No documento thaisfernandessampaiodoutorado (páginas 144-148)

Matriz 6: Verbo de Argumento Cindido-lexema

6 CONCLUSÃO

A análise da CAC como uma construção de tópico não é exatamente uma novidade. Vimos que isso já é sugerido em Pontes (1987), e aceito por Cançado (2006) e Perini (2008). Entretanto, nenhum desses autores trabalha especificamente com a CAC. Nesses estudos, a CAC aparece como um elemento de um grande conjunto de construções de tópico do PB. Desse modo, faltava um estudo específico, que lhe garantisse uma descrição adequada, desse conta de suas especificidades sintático-semânticas e analisasse suas condições de uso. Esta é, pois, a lacuna que acreditamos ter preenchido.

Os constructos teóricos da Gramática das Construções permitiram-nos abordar esse fenômeno linguístico de um modo, ao mesmo tempo, abrangente e coeso. Com o olhar filtrado pelas lentes de tais constructos teóricos logramos reconhecer nesse par forma-sentido – absolutamente regular no Português do Brasil – uma Construção de Estrutura Argumental, pragmaticamente motivada, na qual é possível identificar um desencontro sintático-semântico.
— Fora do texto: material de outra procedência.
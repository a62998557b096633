import type { Expr, FunctionName } from '../../../shared/maths/expression.ts';
import {
  callOf,
  divExprs,
  mulExprs,
  negateExpr,
  oneExpr,
  powExprs,
  rationalOf,
  subExprs,
  addExprs,
  wherever,
} from './build.ts';
import { isFree } from './integrand.ts';

const inverses: Partial<Record<FunctionName, FunctionName>> = {
  sin: 'arcsin',
  cos: 'arccos',
  tan: 'arctan',
  sinh: 'arsinh',
  exp: 'ln',
  ln: 'exp',
};

/**
 * The letter from `expr = value`, by the principal value that a substitution such as x = 2 sin t means; null where the
 * letter occurs more than once or under what has no such inverse.
 */
export function solvedFor(expr: Expr, letter: string, value: Expr): Expr | null {
  switch (expr.kind) {
    case 'letter':
      return expr.name === letter ? value : null;
    case 'sum':
      return fromSum(expr, letter, value);
    case 'product': {
      const moving = expr.factors.filter((factor) => !isFree(factor, letter));
      const [only] = moving;
      const rest = mulExprs(...expr.factors.filter((factor) => factor !== only));
      return only && moving.length === 1 ? solvedFor(only, letter, divExprs(value, rest)) : null;
    }
    case 'quotient':
      if (isFree(expr.denominator, letter)) return solvedFor(expr.numerator, letter, mulExprs(value, expr.denominator));
      return isFree(expr.numerator, letter)
        ? solvedFor(expr.denominator, letter, divExprs(expr.numerator, value))
        : null;
    case 'power': {
      if (expr.base.kind === 'constant' && expr.base.name === 'e')
        return solvedFor(expr.exponent, letter, callOf('ln', value));
      const times = rationalOf(expr.exponent);
      return times && times.num > 0n
        ? solvedFor(expr.base, letter, powExprs(value, divExprs(oneExpr, expr.exponent)))
        : null;
    }
    case 'root':
      return expr.degree === null ? solvedFor(expr.radicand, letter, mulExprs(value, value)) : null;
    case 'call':
      return fromCall(expr, letter, value);
    default:
      return null;
  }
}

function fromSum(expr: Extract<Expr, { kind: 'sum' }>, letter: string, value: Expr): Expr | null {
  const moving = expr.terms.filter((term) => !isFree(term.expr, letter));
  const [only] = moving;
  if (!only || moving.length > 1 || expr.terms.some(({ sign }) => sign !== 'plus' && sign !== 'minus')) return null;
  const rest = expr.terms
    .filter((term) => term !== only)
    .map((t) => (t.sign === 'minus' ? negateExpr(t.expr) : t.expr));
  const left = subExprs(value, addExprs(...rest));
  return solvedFor(only.expr, letter, only.sign === 'minus' ? negateExpr(left) : left);
}

function fromCall(expr: Extract<Expr, { kind: 'call' }>, letter: string, value: Expr): Expr | null {
  const [argument] = expr.args;
  if (!argument || expr.args.length !== 1) return null;
  // The angle lies in the first quadrant: which other one is meant where the secant is negative is not agreed on.
  if (expr.name === 'sec')
    return solvedFor(argument, letter, wherever(callOf('ln', value), callOf('arccos', divExprs(oneExpr, value))));
  const inverse = inverses[expr.name];
  return inverse ? solvedFor(argument, letter, callOf(inverse, value)) : null;
}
Um aspecto relevante da abordagem aqui proposta é o fato de termos voltado nosso olhar para a materialização do fenômeno lingüístico, buscando aliar a introspecção do linguista, inegavelmente valiosa, ao dado de uso, que – apesar de ser apenas a ponta do iceberg – é o que o linguista tem de concreto. Em um momento em que as grandes vertentes de estudos da linguagem parecem convergir para o reconhecimento de que análises de fenômenos lingüísticos devem considerar fatos sobre o uso lingüístico efetivo, apresentamos uma análise construída a partir de dados reais de uso do Português do Brasil.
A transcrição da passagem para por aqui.